Corona protocol

Corona protocol

De richtlijnen van het RIVM vormen de basis van het geven van rijles. 

Basisvoorwaarden 
Voor zowel instructeur en leerling geldt: Heb je zelf geen klachten maar is iemand van je huisgenoten ziek of heeft verhoging, blijf thuis! Ben je zelf neusverkouden, aan het hoesten of niezen, blijf thuis!

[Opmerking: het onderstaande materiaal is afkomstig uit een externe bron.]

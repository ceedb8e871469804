// The colourwork chart core: model, exchange format, operations, lettering, motifs, counts, rendering.
export * from "./model";
export { chartV1Schema, ChartFormatError, parseChart, serializeChart, type ChartV1, type ChartFormatIssue } from "./format";
export * from "./ops";
export * from "./history";
export * from "./layered-design";
export * from "./counts";
export * from "./motifs";
export { FONTS, FONT_IDS, LetteringError, getFont, layoutText, letter, measureText, renderText, type TextMask } from "./lettering/letter";
export type { FontId, PixelFont } from "./lettering/pixel-font";
export { escapeXml, renderChartSvg, renderPreviewSvg, type ChartSvgOptions, type PreviewSvgOptions } from "./render-svg";
export { getRowPx, rasterizeChart, type RasterImage, type RasterOptions } from "./raster";
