// Chart exchange format, version 1 (documented in FORMAT.md).
// Rows are written top row first, as a chart is read on paper; every message a person sees uses
// trade numbering: rows counted from the bottom, stitches from the right, both from 1.
import { z } from "zod";
import { MAX_HEIGHT, MAX_PALETTE, MAX_WIDTH, type Chart } from "./model";
import { fieldErrorMap, joinIssues, numberField, toFieldIssues, type FieldIssue } from "./zod-messages";

/** At most this many misplaced-key issues are listed one by one; the rest are counted. */
const MAX_CELL_ISSUES = 50;

const KEY_RE = /^[\p{L}\p{N}\p{P}\p{S}]$/u;
const HEX_RE = /^#[0-9A-Fa-f]{6}$/;

/** Letters, digits, punctuation or symbols: one code point that prints as a visible mark. */
export function isPaletteKey(key: string): boolean {
  return KEY_RE.test(key);
}

/** How a key is shown in a message: quoted if it prints, its code point if it does not. */
export function showKey(ch: string): string {
  if (isPaletteKey(ch)) return `'${ch}'`;
  const cp = ch.codePointAt(0) ?? 0;
  return `U+${cp.toString(16).toUpperCase().padStart(4, "0")}`;
}

const dimension = (field: string, max: number) =>
  numberField(field)
    .int({ error: (iss) => `${field} must be a whole number of stitches (got ${String(iss.input)})` })
    .min(1, { error: (iss) => `${field} must be at least 1 (got ${String(iss.input)})` })
    .max(max, { error: (iss) => `${field} must be at most ${max} (got ${String(iss.input)})` });

const gaugeValue = (field: string) =>
  numberField(`gauge.${field}`)
    .gt(0, { error: (iss) => `gauge.${field} must be more than 0 (got ${String(iss.input)})` });

const colourV1Schema = z.object({
  key: z.string().refine(isPaletteKey, {
    error: (iss) => `key ${JSON.stringify(iss.input)} must be a single printable character (a letter, digit, punctuation mark or symbol)`,
  }),
  name: z
    .string()
    .refine((n) => n.trim().length > 0, { error: "name must not be blank" })
    .refine((n) => n.length <= 80, { error: "name must be at most 80 characters" }),
  hex: z.string().regex(HEX_RE, { error: (iss) => `hex ${JSON.stringify(iss.input)} is not a colour of the form #RRGGBB` }),
});

export const chartV1Schema = z
  .object({
    version: z.literal(1, { error: (iss) => `version must be 1 (got ${JSON.stringify(iss.input) ?? "nothing"})` }),
    width: dimension("width", MAX_WIDTH),
    height: dimension("height", MAX_HEIGHT),
    gauge: z.object({ stitchesPer10cm: gaugeValue("stitchesPer10cm"), rowsPer10cm: gaugeValue("rowsPer10cm") }),
    palette: z
      .array(colourV1Schema)
      .min(1, { error: "palette must have at least one colour" })
      .max(MAX_PALETTE, {
        error: (iss) => `palette has ${(iss.input as unknown[]).length} colours; at most ${MAX_PALETTE} are allowed`,
      }),
    rows: z.array(z.string({ error: "each row must be a string of palette keys" })),
  })
  .superRefine((doc, ctx) => {
    const keys = new Map<string, number>();
    doc.palette.forEach((colour, i) => {
      const first = keys.get(colour.key);
      if (first !== undefined) {
        ctx.addIssue({
          code: "custom",
          path: ["palette", i, "key"],
          message: `palette key '${colour.key}' is used twice (by '${doc.palette[first].name}' and '${colour.name}')`,
        });
      } else keys.set(colour.key, i);
    });

    if (doc.rows.length !== doc.height) {
      ctx.addIssue({
        code: "custom",
        path: ["rows"],
        message: `the chart has ${doc.rows.length} row${doc.rows.length === 1 ? "" : "s"}, expected ${doc.height} (its height)`,
      });
    }

    let cellIssues = 0;
    doc.rows.forEach((text, i) => {
      const row = doc.rows.length - i; // rows[0] is the top row
      const stitches = Array.from(text);
      if (stitches.length !== doc.width) {
        ctx.addIssue({
          code: "custom",
          path: ["rows", i],
          params: { row },
          message: `row ${row} has ${stitches.length} stitch${stitches.length === 1 ? "" : "es"}, expected ${doc.width}`,
        });
        return; // stitch numbers from the right mean nothing on a row of the wrong length
      }
      stitches.forEach((ch, x) => {
        if (keys.has(ch)) return;
        cellIssues += 1;
        if (cellIssues > MAX_CELL_ISSUES) return;
        const stitch = doc.width - x;
        ctx.addIssue({
          code: "custom",
          path: ["rows", i],
          params: { row, stitch },
          message: `row ${row}, stitch ${stitch}: key ${showKey(ch)} is not in the palette`,
        });
      });
    });
    if (cellIssues > MAX_CELL_ISSUES) {
      ctx.addIssue({
        code: "custom",
        path: ["rows"],
        message: `${cellIssues - MAX_CELL_ISSUES} more stitches use keys that are not in the palette`,
      });
    }
  });

export type ChartV1 = z.infer<typeof chartV1Schema>;

export type ChartFormatIssue = FieldIssue;

export class ChartFormatError extends Error {
  readonly issues: ChartFormatIssue[];
  constructor(issues: ChartFormatIssue[]) {
    super(`chart is not valid: ${joinIssues(issues)}`);
    this.name = "ChartFormatError";
    this.issues = issues;
  }
}

/** Validates an exchange-format document and builds the in-memory chart (hex upper-cased). */
export function parseChart(input: unknown): Chart {
  const result = chartV1Schema.safeParse(input, { error: fieldErrorMap() });
  if (!result.success) throw new ChartFormatError(toFieldIssues(result.error.issues));
  const doc = result.data;
  const index = new Map(doc.palette.map((c, i) => [c.key, i]));
  const cells = new Uint8Array(doc.width * doc.height);
  doc.rows.forEach((text, i) => {
    const y = doc.height - 1 - i;
    let x = 0;
    for (const ch of text) cells[y * doc.width + x++] = index.get(ch) ?? 0;
  });
  return {
    width: doc.width,
    height: doc.height,
    gauge: { stitchesPer10cm: doc.gauge.stitchesPer10cm, rowsPer10cm: doc.gauge.rowsPer10cm },
    palette: doc.palette.map((c) => ({ key: c.key, name: c.name, hex: c.hex.toUpperCase() })),
    cells,
  };
}

/** The exchange-format document for a chart; throws if a cell names a colour the palette lacks. */
export function serializeChart(chart: Chart): ChartV1 {
  const keys = chart.palette.map((c) => c.key);
  const rows: string[] = [];
  for (let y = chart.height - 1; y >= 0; y--) {
    let text = "";
    for (let x = 0; x < chart.width; x++) {
      const colour = chart.cells[y * chart.width + x];
      const key = keys[colour];
      if (key === undefined) {
        throw new RangeError(`row ${y + 1}, stitch ${chart.width - x}: colour ${colour} is not in the palette`);
      }
      text += key;
    }
    rows.push(text);
  }
  return {
    version: 1,
    width: chart.width,
    height: chart.height,
    gauge: { stitchesPer10cm: chart.gauge.stitchesPer10cm, rowsPer10cm: chart.gauge.rowsPer10cm },
    palette: chart.palette.map((c) => ({ key: c.key, name: c.name, hex: c.hex })),
    rows,
  };
}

Wanneer jij en je huisgenoten geen gezondheidsklachten hebben tot het moment van de rijles, kunnen er rijlessen worden gegeven en gevolgd.
 Leerling en rijinstructeur houden zich aan de 1,5 meter afstand buiten de auto, in de auto is dit echter niet mogelijk daarom wordt er lesgegeven volgens het onderstaande protocol.

Voorbereiding:
De rijinstructeur stuurt de avond voor de rijles de leerling het protocol toe met de vraag of de leerling tot op dat moment aan de basisvoorwaarden kan voldoen om de les van de volgende dag door te kunnen laten gaan. 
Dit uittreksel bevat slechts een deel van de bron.